US-led coalition admits 54 civilian deaths in Syria, Iraq strikes
The US-led coalition bombing the Islamic State group in Syria and Iraq said Thursday that 54 civilians had been "inadvertently killed" in seven air strikes between March and October.
The announcement brings the official coalition tally of civilians killed to 173 since the anti-IS campaign began in the fall of 2014 - though critics and rights groups say the real figure is far higher.
"Although the coalition makes extraordinary efforts to strike military targets in a manner that minimizes the risk of civilian casualties, in some cases casualties are unavoidable," the coalition said in a statement.

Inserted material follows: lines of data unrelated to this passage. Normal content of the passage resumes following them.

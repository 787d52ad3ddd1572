"""Every value of an entry once, with its keys and its unit; what says nothing is left out."""

from __future__ import annotations

from sheets.machine.leaves import leaves
from sheets.machine.loading import parse_machine


def test_values_with_their_keys_and_units(small_text: str) -> None:
    machine = parse_machine(small_text.encode(), "small.yaml")
    found = {leaf.path: (leaf.value, leaf.unit) for leaf in leaves(machine)}

    assert found["parts", "M1", "power"] == (5.5, "kW")
    assert found["parts", "RV1", "adjuster", "setting"] == (
        150.0,
        "bar",
    )  # optional as well
    assert found["parts", "PU1", "volumetric efficiency"] == (0.93, "")
    assert found["parts", "DV1", "positions", "centre"] == (("P to T",), None)
    assert found["parts", "HV1", "rest"] == ("closed", None)
    assert found["dated",] == ("2026-01-31", None)
    assert found["controls", "start", "1", "name"][1] is None
    assert ("parts", "TK1", "designation") not in found
    assert ("parts", "TK1", "plugged") not in found


def test_an_empty_list_that_had_to_be_written_says_something(small_text: str) -> None:
    text = small_text.replace("absent: [accumulator]", "absent: []")
    machine = parse_machine(text.encode(), "small.yaml")

    assert {leaf.path: leaf.value for leaf in leaves(machine)}["absent",] == ()
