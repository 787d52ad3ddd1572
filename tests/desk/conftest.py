"""A works of its own for each test."""

from __future__ import annotations

from pathlib import Path

import pytest
from desk_bench import Bench
from starlette.testclient import TestClient

from sheets.seal import passwords


@pytest.fixture(autouse=True)
def _quick(monkeypatch: pytest.MonkeyPatch) -> None:
    """Hashes that cost little: how slow they are is the library's own matter."""
    cheap = passwords.PasswordHasher(time_cost=1, memory_cost=8, parallelism=1)
    monkeypatch.setattr(passwords, "_HASHER", cheap)
    passwords._nobody.cache_clear()


@pytest.fixture
def bench(tmp_path: Path) -> Bench:
    return Bench(tmp_path / "works")


@pytest.fixture(scope="module")
def bench_once(tmp_path_factory: pytest.TempPathFactory) -> tuple[Bench, TestClient]:
    """One works and one caller for many requests that write nothing."""
    made = Bench(tmp_path_factory.mktemp("once") / "works")
    made.issue()
    return made, made.client()
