"""The work instruction: what is done at the machine, one setting a page."""

from __future__ import annotations

from collections.abc import Iterator, Sequence
from dataclasses import replace

from sheets.pages.compose.common import emergency, first_aid
from sheets.pages.compose.faces import face
from sheets.pages.compose.matter import Matter, page_step
from sheets.pages.document import (
    Banner,
    Block,
    Box,
    Hold,
    Paragraph,
    PowerState,
    Section,
    SettingPanel,
    SheetKind,
    Step,
    Steps,
    Table,
)
from sheets.procedure.steps import Stage, StageKind, StepKind
from sheets.wording.steps import SpokenStep, capital

_LEAVING = frozenset({StepKind.LET_GO, StepKind.OPEN_AGAIN})
_READING = frozenset({StepKind.READ, StepKind.READ_AGAIN})
_OPENING = frozenset(
    {
        StepKind.CLEAR_TOOLS,
        StepKind.CLEAR_PEOPLE,
        StepKind.REMOVE_LOCKS,
        StepKind.TELL_AFTER,
        StepKind.RESTORE_SUPPLY,
    }
)


_BEFORE_STATE = frozenset(
    {
        StepKind.LEAVE_ALONE,
        StepKind.RUN_IN,
        StepKind.RUN_AHEAD,
        StepKind.BACK_OUT,
        StepKind.START,
        StepKind.WARM_OIL,
    }
)
"""Steps of a setting that come before its gauge is watched: they take the whole width."""


class Numbering:
    """Step numbers, running through the whole work instruction."""

    def __init__(self) -> None:
        self._last = 0

    def next(self) -> str:
        self._last += 1
        return str(self._last)


def instruction(matter: Matter, stage: Stage, numbers: Numbering) -> Section:
    """The page or pages of one stage."""
    match stage.kind:
        case StageKind.DEADHEAD:
            return _before(matter, stage, numbers)
        case StageKind.AS_FOUND:
            return _found(matter, stage, numbers)
        case StageKind.SET:
            return _setting(matter, stage, numbers)
        case StageKind.CHECK:
            return _check(matter, stage, numbers)
        case _:
            return _return(matter, stage, numbers)


def _locked(matter: Matter) -> Banner:
    return Banner(state=PowerState.LOCKED, word=matter.text("locked_word"))


def _powered(matter: Matter) -> Banner:
    return Banner(
        state=PowerState.POWERED,
        word=matter.text("powered_word"),
        left=matter.text("window_banner"),
        right=matter.text("window_right"),
    )


def _section(
    matter: Matter, name: str, banner: Banner, blocks: Sequence[Block], lines: tuple[str, ...] = ()
) -> Section:
    return Section(
        kind=SheetKind.WORK_INSTRUCTION,
        bookmark=matter.text(f"{name}_title"),
        title=matter.text(f"{name}_title"),
        subject=matter.machine.tag,
        lines=(matter.text(f"{name}_line"), *lines),
        banner=banner,
        blocks=tuple(blocks),
    )


def _before(matter: Matter, stage: Stage, numbers: Numbering) -> Section:
    """Valves before power. Where nothing is fitted or opened there is no lockout to begin with."""
    if stage.powered:
        rows = _rows(matter, matter.spoken(stage), numbers)
        blocks = (Paragraph(text=matter.text("no_lockout"), weight="strong"), Steps(steps=rows))
        return _section(matter, "before_open", _powered(matter), blocks)
    first = Step(
        number=numbers.next(), order=matter.text("do_lockout"), lines=(matter.text("do_lockout_line"),)
    )
    rows = (first, *_rows(matter, matter.spoken(stage), numbers))
    hold = Hold(
        word=matter.text("hold_word"),
        order=matter.text("before_hold"),
        reason=matter.text("before_hold_reason"),
    )
    return _section(matter, "before", _locked(matter), (Steps(steps=rows), hold))


def _rows(matter: Matter, spoken: Sequence[SpokenStep], numbers: Numbering) -> tuple[Step, ...]:
    return tuple(page_step(one, number=numbers.next(), boxes=_boxes(matter, one)) for one in spoken)


def _opening(matter: Matter, spoken: Sequence[SpokenStep], numbers: Numbering) -> list[Block]:
    """The ticks that open a powered window, who stays in it, first aid and stops."""
    return [
        Paragraph(text=matter.text("window_text"), weight="strong"),
        Steps(steps=_rows(matter, spoken, numbers)),
        _people(matter),
        first_aid(matter),
        emergency(matter),
    ]


def _found(matter: Matter, stage: Stage, numbers: Numbering) -> Section:
    spoken = matter.spoken(stage)
    opening = [step for step in spoken if step.step.kind in _OPENING]
    work = [step for step in spoken if step.step.kind not in _OPENING]
    blocks = _opening(matter, opening, numbers)
    blocks += _groups(matter, work, numbers, "box_found")
    if not any(one.kind is StageKind.CHECK for one in matter.procedure.stages):
        blocks += _closing(matter, numbers)
    return _section(matter, "found", _powered(matter), blocks)


def _closing(matter: Matter, numbers: Numbering) -> list[Block]:
    """The step that ends a window, where a lockout follows it."""
    if not any(stage.kind is StageKind.LOCK_AGAIN for stage in matter.procedure.stages):
        return []
    last = Step(
        number=numbers.next(),
        order=matter.text("do_lockout_again"),
        lines=(matter.text("do_lockout_again_line"),),
    )
    return [Steps(steps=(last,))]


def _people(matter: Matter) -> Table:
    return Table(
        title=matter.text("window_people_title"),
        head=("place", "name", "from", "to"),
        rows=tuple((place, "", "", "") for place in _places(matter)),
        shares=(0.30, 0.40, 0.15, 0.15),
        row_height_mm=8.0,
        signed=True,
    )


def _places(matter: Matter) -> tuple[str, ...]:
    """Where the persons of a window stand: a lever that is held has somebody of its own."""
    held, stop = matter.speaker.held_valve, matter.speaker.stop
    screw = matter.text("role_screw")
    if matter.speaker.stop_at_lever:
        return screw, matter.text("role_lever_stop", held=held, stop=stop)
    watching = matter.text("role_stop", stop=stop)
    return (screw, matter.text("role_lever", held=held), watching) if held else (screw, watching)


def _groups(matter: Matter, spoken: Sequence[SpokenStep], numbers: Numbering, box: str) -> Iterator[Steps]:
    """Runs of steps, each with the face of the gauge that it reads."""
    run: list[SpokenStep] = []
    for place, step in enumerate(spoken):
        run.append(step)
        following = spoken[place + 1].step.kind if place + 1 < len(spoken) else None
        ends = step.step.kind in _LEAVING or (step.step.kind in _READING and following not in _LEAVING)
        if ends or following is None:
            yield _run(matter, run, numbers, box)
            run = []


def _run(matter: Matter, run: Sequence[SpokenStep], numbers: Numbering, box: str) -> Steps:
    read = next((step.step.subject for step in run if step.step.kind in _READING), "")
    panel = None
    if read:
        gauge = matter.procedure.search.found()[read].gauge.gauge
        boxes = (
            Box(
                label=matter.text(box, gauge=gauge),
                unit=matter.figures.pressure_unit,
                strong=True,
                size="medium",
            ),
        )
        panel = _panel(matter, read, boxes)
    return Steps(
        steps=tuple(page_step(step, number=numbers.next(), boxes=_boxes(matter, step)) for step in run),
        panel=panel,
    )


def _boxes(matter: Matter, spoken: SpokenStep) -> tuple[Box, ...] | None:
    """Boxes beside a step; None for a tick."""
    match spoken.step.kind:
        case StepKind.WARM_OIL:
            return (Box(label=matter.text("box_oil"), unit="°C", size="short"),)
        case StepKind.SET_VALVE if spoken.step.data.get("lock"):
            return (Box(label=matter.text("box_lock"), size="short"),)
        case StepKind.BACK_OUT | StepKind.RUN_IN | StepKind.RUN_AHEAD:
            return (Box(label=matter.text("box_turns"), size="short"),)
        case _:
            return None


def _panel(matter: Matter, adjuster: str, boxes: tuple[Box, ...]) -> SettingPanel:
    return SettingPanel(
        face=face(matter, matter.procedure.search.found()[adjuster]),
        boxes=boxes,
        target_label=matter.text("target"),
        window_label=matter.text("accept"),
        never_exceed_label=matter.text("never_exceed"),
    )


def _setting(matter: Matter, stage: Stage, numbers: Numbering) -> Section:
    speaker = matter.speaker
    screw = speaker.screws[stage.adjuster]
    part = matter.machine.parts[screw.part]
    state = matter.procedure.search.found()[stage.adjuster]
    gauge = state.gauge.gauge
    boxes = (
        Box(
            label=matter.text("box_left", gauge=gauge),
            unit=matter.figures.pressure_unit,
            strong=True,
            size="medium",
        ),
        Box(label=matter.text("box_oil"), unit="°C", size="medium"),
    )
    everything = matter.spoken(stage)
    opening = [one for one in everything if one.step.kind in _OPENING]
    spoken = [one for one in everything if one.step.kind not in _OPENING]
    begins = max((place + 1 for place, one in enumerate(spoken) if one.step.kind in _BEFORE_STATE), default=0)
    blocks = _opening(matter, opening, numbers) if opening else []
    rows = tuple(_setting_step(matter, stage, one, numbers) for one in spoken)
    if begins:
        blocks.append(Steps(steps=rows[:begins]))
    blocks.append(Steps(steps=rows[begins:], panel=_panel(matter, stage.adjuster, boxes)))
    return Section(
        kind=SheetKind.WORK_INSTRUCTION,
        bookmark=f"{speaker.set_title(stage.adjuster)} {screw.part}",
        title=speaker.set_title(stage.adjuster),
        subject=screw.part,
        lines=(
            matter.text("adjuster_line", where=capital(screw.adjuster.where), part_where=part.where),
            matter.text(
                "tools_line",
                key=screw.adjuster.key,
                nut=screw.adjuster.lock_nut,
                direction=speaker.turning(stage.adjuster, raising=True).lower(),
            ),
        ),
        banner=_powered(matter),
        blocks=tuple(blocks),
    )


def _setting_step(matter: Matter, stage: Stage, spoken: SpokenStep, numbers: Numbering) -> Step:
    """A step of a setting; what no later page shows is held for a second reader while it still shows."""
    step = page_step(spoken, number=numbers.next(), boxes=_boxes(matter, spoken))
    if spoken.step.kind is not StepKind.READ_AGAIN or not _shows_nowhere(matter, stage.adjuster):
        return step
    reading = spoken.step.reading
    hold = Hold(
        word=matter.text("hold_word"),
        order=matter.text("set_hold", gauge=reading.gauge if reading else ""),
        reason=matter.text("set_hold_hidden"),
    )
    return replace(step, hold=hold)


def _shows_nowhere(matter: Matter, adjuster: str) -> bool:
    """No later reading tells whether this one is right: another hides it once all are set."""
    return bool(matter.procedure.search.found()[adjuster].raised)


def _check(matter: Matter, stage: Stage, numbers: Numbering) -> Section:
    blocks: list[Block] = list(_groups(matter, matter.spoken(stage), numbers, "box_again"))
    blocks += _closing(matter, numbers)
    return _section(matter, "check", _powered(matter), blocks)


def _return(matter: Matter, stage: Stage, numbers: Numbering) -> Section:
    rows = tuple(page_step(step, number=numbers.next()) for step in matter.spoken(stage))
    banner = Banner(
        state=PowerState.POWERED, word=matter.text("powered_word"), right=matter.text("return_right")
    )
    return _section(matter, "return", banner, (Steps(steps=rows), first_aid(matter)))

Airwars, a London-based collective of journalists and researchers, uses local sources, photographs and media accounts to keep a detailed list of every known coalition air strike.
They have praised Pentagon efforts at accountability compared with other actors in Syria, such as Russia and government forces, but the group says the number of likely civilian deaths from coalition strikes is 1,915 at a bare minimum.
As of November 17 - the date of the most recent tally - the coalition had conducted a total of 16,291 strikes, about two-thirds of them in Iraq, and the rest in Syria.
Coalition officials said they had also recently reviewed 12 other reports of civilian casualties, but these were deemed "non-credible."
The deadliest strike occurred on 18 July, when an aircraft attacked a group of IS fighters near Manbij in Syria, killing about 100 of them.
But "up to 24 civilians who had been interspersed with combatants were inadvertently killed in a known IS staging area where no civilians had been seen in the 24 hours prior to the attack," said the coalition.
In a 28 July strike, also in Syria, 15 civilians were killed when a moving IS vehicle that had been targeted slowed in a populated area.
Officials said the vehicle had slowed after the guided bomb was released.
On 22 October, a strike in Iraq on an IS position being used to attack Iraqi forces killed eight civilians.
Pentagon spokesman Navy Captain Jeff Davis said Thursday's announcement marked the start of a "more regular process" of releasing civilian casualty information.
"We, as you know, go to extraordinary lengths to protect against civilian casualties in the first place," he told reporters.
"No other nation (or) coalition in the history of warfare does what we do to exercise extraordinary care in carrying out air strikes to prevent them."